If you have recently installed a Pfsense firewall in your office or home network then you may need to remote manage your pfsense firewall from wan, and for this, you need to add certain firewall rules to allow secure remote access. Once you make these necessary firewall rules then you can manage it easily through its web interface or WebGUI. In this article, we are going to enable remote access by the use of SSH Tunnel and then we will add firewall rules for it, and lastly, we will make use of Alias to create a small list of multiple remote wan IP addresses, from which we would like to allow strict access to our pfsense WebGUI.
By default, pfsense doesn’t allow remote access to WebGUI from wan, as it will allow its security information to travel all over the internet insecurely. But when you freshly install pfsense then you may need to access it through the wan temporarily to complete the configuration setup and change the default password.
To allow temporary wan access, just move to pfsense CLI console and choose option # 8 to open the shell prompt, and then type pfctl -d, this will temporarily disable the firewall rules preventing the access on the pfsense wan address. Also, keep in notice that you need to reissue this command with almost every change you make in the web GUI, once done with setting up and you are able to open pfsense web GUI on the LAN address then reissue the same command with a -e to reinstate the previous firewall rules for wan access, i.e pfctl -e.
Recommended Ways to Remote Access Pfsense WebGUI ?
The Pfsense makers, NETGATE, recommend two secure ways to open web interface remotely which are:
Through the Use of VPNs such as OpenVPN or IPSEC (Need Higher Skills)
Through the Use of SSH Tunneling (This will be elaborated in this Article)
Building a VPN is not in the scope of this article but instead, we will be configuring an SSH tunnel.
Brief Intro to Configuration Steps ?
The plan is to configure ssh tunnel on our pfsense box, once the tunnel setup is complete then we will initiate an ssh client connection from our remote computer to our pfsense firewall, and then we will port forward pfsense web interface to our computer through the same SSH Tunnel connection.
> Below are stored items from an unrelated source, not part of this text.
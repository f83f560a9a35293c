/**
 * Quantities of ultrasound physics and scanner settings: transmit frequency, speed of sound,
 * depth, insonation angle, pulse repetition frequency, Doppler shift, and what is computed from
 * them (wavelength, resolution, attenuation, timing, acoustic output).
 *
 * @module
 */
import type { Quantity } from "../core/types.ts";

/**
 * The ultrasound-physics quantities, listed for the package's quantity lookup.
 *
 * @example
 * ```ts
 * import { ULTRASOUND_QUANTITIES } from "@sonorigor/sonorigor";
 * import assert from "node:assert/strict";
 * assert.ok(Array.isArray(ULTRASOUND_QUANTITIES));
 * ```
 */
export const ULTRASOUND_QUANTITIES: readonly Quantity[] = [];
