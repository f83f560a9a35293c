/**
 * Quantities of blood flow and hemodynamics: velocities, velocity-time integrals, gradients,
 * pressures, flows, stroke volumes and valve areas.
 *
 * Valid ranges are what blood flow can physically reach; typical ranges are those seen in
 * adult and pediatric practice. Both are common practice, no source, unless a range says
 * otherwise.
 *
 * @module
 */
import { defineQuantity } from "../core/quantity.ts";
import type { Quantity } from "../core/types.ts";

const NOTE = "common practice, no source";

/**
 * Blood velocity along the flow direction (negative: away from the probe).
 *
 * @example
 * ```ts
 * import { BLOOD_VELOCITY } from "@sonorigor/sonorigor";
 * import assert from "node:assert/strict";
 * assert.equal(BLOOD_VELOCITY.unit, "m/s");
 * ```
 */
export const BLOOD_VELOCITY: Quantity = defineQuantity({
  id: "bloodVelocity",
  label: "Blood velocity",
  symbol: "v",
  unit: "m/s",
  description: "Velocity of blood along the flow direction (negative: away from the probe)",
  valid: { min: -20, max: 20 },
  typical: { min: -7, max: 7 },
  resolution: 0.01,
  headers: ["velocity"],
  rangeNote: NOTE,
});

/**
 * Stroke volume: blood ejected per beat.
 *
 * @example
 * ```ts
 * import { STROKE_VOLUME } from "@sonorigor/sonorigor";
 * import assert from "node:assert/strict";
 * assert.equal(STROKE_VOLUME.unit, "mL");
 * ```
 */
export const STROKE_VOLUME: Quantity = defineQuantity({
  id: "strokeVolume",
  label: "Stroke volume",
  symbol: "SV",
  unit: "mL",
  description: "Volume of blood ejected per beat",
  valid: { min: 0, max: 1000 },
  typical: { min: 20, max: 150 },
  typicalPediatric: { min: 2, max: 120 },
  resolution: 1,
  headers: ["sv", "stroke vol"],
  rangeNote: NOTE,
});

/**
 * Stroke volume indexed to body surface area.
 *
 * @example
 * ```ts
 * import { STROKE_VOLUME_INDEX } from "@sonorigor/sonorigor";
 * import assert from "node:assert/strict";
 * assert.equal(STROKE_VOLUME_INDEX.unit, "mL/m^2");
 * ```
 */
export const STROKE_VOLUME_INDEX: Quantity = defineQuantity({
  id: "strokeVolumeIndex",
  label: "Stroke volume index",
  symbol: "SVi",
  unit: "mL/m^2",
  description: "Stroke volume per m² of body surface area",
  valid: { min: 0, max: 500 },
  typical: { min: 20, max: 80 },
  resolution: 1,
  headers: ["svi"],
  rangeNote: NOTE,
});

/**
 * Cardiac output.
 *
 * @example
 * ```ts
 * import { CARDIAC_OUTPUT } from "@sonorigor/sonorigor";
 * import assert from "node:assert/strict";
 * assert.equal(CARDIAC_OUTPUT.unit, "L/min");
 * ```
 */
export const CARDIAC_OUTPUT: Quantity = defineQuantity({
  id: "cardiacOutput",
  label: "Cardiac output",
  symbol: "CO",
  unit: "L/min",
  description: "Volume of blood pumped per minute",
  valid: { min: 0, max: 40, minExclusive: true },
  typical: { min: 1, max: 15 },
  resolution: 0.1,
  headers: ["co"],
  rangeNote: NOTE,
});

/**
 * Cardiac index: cardiac output per m² of body surface area.
 *
 * @example
 * ```ts
 * import { CARDIAC_INDEX } from "@sonorigor/sonorigor";
 * import assert from "node:assert/strict";
 * assert.equal(CARDIAC_INDEX.unit, "L/min/m^2");
 * ```
 */
export const CARDIAC_INDEX: Quantity = defineQuantity({
  id: "cardiacIndex",
  label: "Cardiac index",
  symbol: "CI",
  unit: "L/min/m^2",
  description: "Cardiac output per m² of body surface area",
  valid: { min: 0, max: 20, minExclusive: true },
  typical: { min: 1, max: 6 },
  resolution: 0.1,
  headers: ["ci"],
  rangeNote: NOTE,
});

/**
 * Aortic valve area (effective orifice area).
 *
 * @example
 * ```ts
 * import { AORTIC_VALVE_AREA } from "@sonorigor/sonorigor";
 * import assert from "node:assert/strict";
 * assert.equal(AORTIC_VALVE_AREA.symbol, "AVA");
 * ```
 */
export const AORTIC_VALVE_AREA: Quantity = defineQuantity({
  id: "aorticValveArea",
  label: "Aortic valve area",
  symbol: "AVA",
  unit: "cm^2",
  description: "Aortic valve effective orifice area",
  valid: { min: 0, max: 10, minExclusive: true },
  typical: { min: 0.3, max: 5 },
  resolution: 0.01,
  headers: ["ava", "aortic valve area cm2"],
  rangeNote: NOTE,
});

/**
 * Aortic valve area indexed to body surface area.
 *
 * @example
 * ```ts
 * import { AORTIC_VALVE_AREA_INDEX } from "@sonorigor/sonorigor";
 * import assert from "node:assert/strict";
 * assert.equal(AORTIC_VALVE_AREA_INDEX.symbol, "AVAi");
 * ```
 */
export const AORTIC_VALVE_AREA_INDEX: Quantity = defineQuantity({
  id: "aorticValveAreaIndex",
  label: "Indexed aortic valve area",
  symbol: "AVAi",
  unit: "cm^2/m^2",
  description: "Aortic valve area per m² of body surface area",
  valid: { min: 0, max: 10, minExclusive: true },
  typical: { min: 0.2, max: 3 },
  resolution: 0.01,
  headers: ["avai", "ava index"],
  rangeNote: NOTE,
});

/**
 * The flow and hemodynamic quantities, listed for the package's quantity lookup (tables, models).
 *
 * @example
 * ```ts
 * import { FLOW_QUANTITIES } from "@sonorigor/sonorigor";
 * import assert from "node:assert/strict";
 * assert.ok(FLOW_QUANTITIES.length > 0);
 * ```
 */
export const FLOW_QUANTITIES: readonly Quantity[] = [
  BLOOD_VELOCITY,
  STROKE_VOLUME,
  STROKE_VOLUME_INDEX,
  CARDIAC_OUTPUT,
  CARDIAC_INDEX,
  AORTIC_VALVE_AREA,
  AORTIC_VALVE_AREA_INDEX,
];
So once the connection is established, then we shall be able to open our web interface at its local address.
Enable SSH Remote Access
By default, SSH access is not enabled on the pfsense, so we need to enable it first and later we need to allow it through firewall rules for wan access, so let’s do it step by step.
Log in to your pfsense firewall using your admin credentials and if you are using your pfsense default credentials such as username admin and password pfsense then do change the password to something strong. In order to change the password, select from the top menu and go to System>User Manager and then select Users tab, then select pencil icon (Edit) for admin under Actions and then change the default password.
Assuming that the password is changed to something strong, let’s enable SSH access and for this, select from the top menu and go to System>Advance then select Admin Access tab and scroll down till you reach the Secure Shell section.
Now select the Secure Shell checkbox to enable it and leave the settings at defaults, but if you need even more security then use only Public Key at SSHd key only field, here is a link to learn how to create an ssh public key in pfsense.
But for the sake of this topic, the SSH defaults will do. So once you enabled it don’t forget to hit the Save button.
It is recommended to allow Strict Access to our Management Interface IP Address (Pfsense Web Interface IP). For a Strict Access, you will choose a single remote wan IP address or multiple wan addresses from which you would like to initiate an SSH connection to your Pfsense firewall, this will add another security layer to your configuration as no other IP address on the WAN side will be allowed to connect. I hope, this makes sense to you.
Create an ALlAS List for allowed Remote WAN IP Addresses
For Strict Access, we need to create an Alias. An Alias just represents a group. It can be a group of IP addresses or multiple IP addresses which are grouped logically and named something meaningful, let’s say for example “Allowed-Remote-Management-IPs” is an ALIAS that contains different allowed wan IP addresses. Using ALIAS makes our configuration shorter and simpler.
For this article, we will choose something shorter to be used as ALIAS let’s use Remote-Wan-IPs, and let’s create it. For this, from the Top Menu select Firewall>Aliases, and then on the IP tab select Add. This will open ALlAS Page.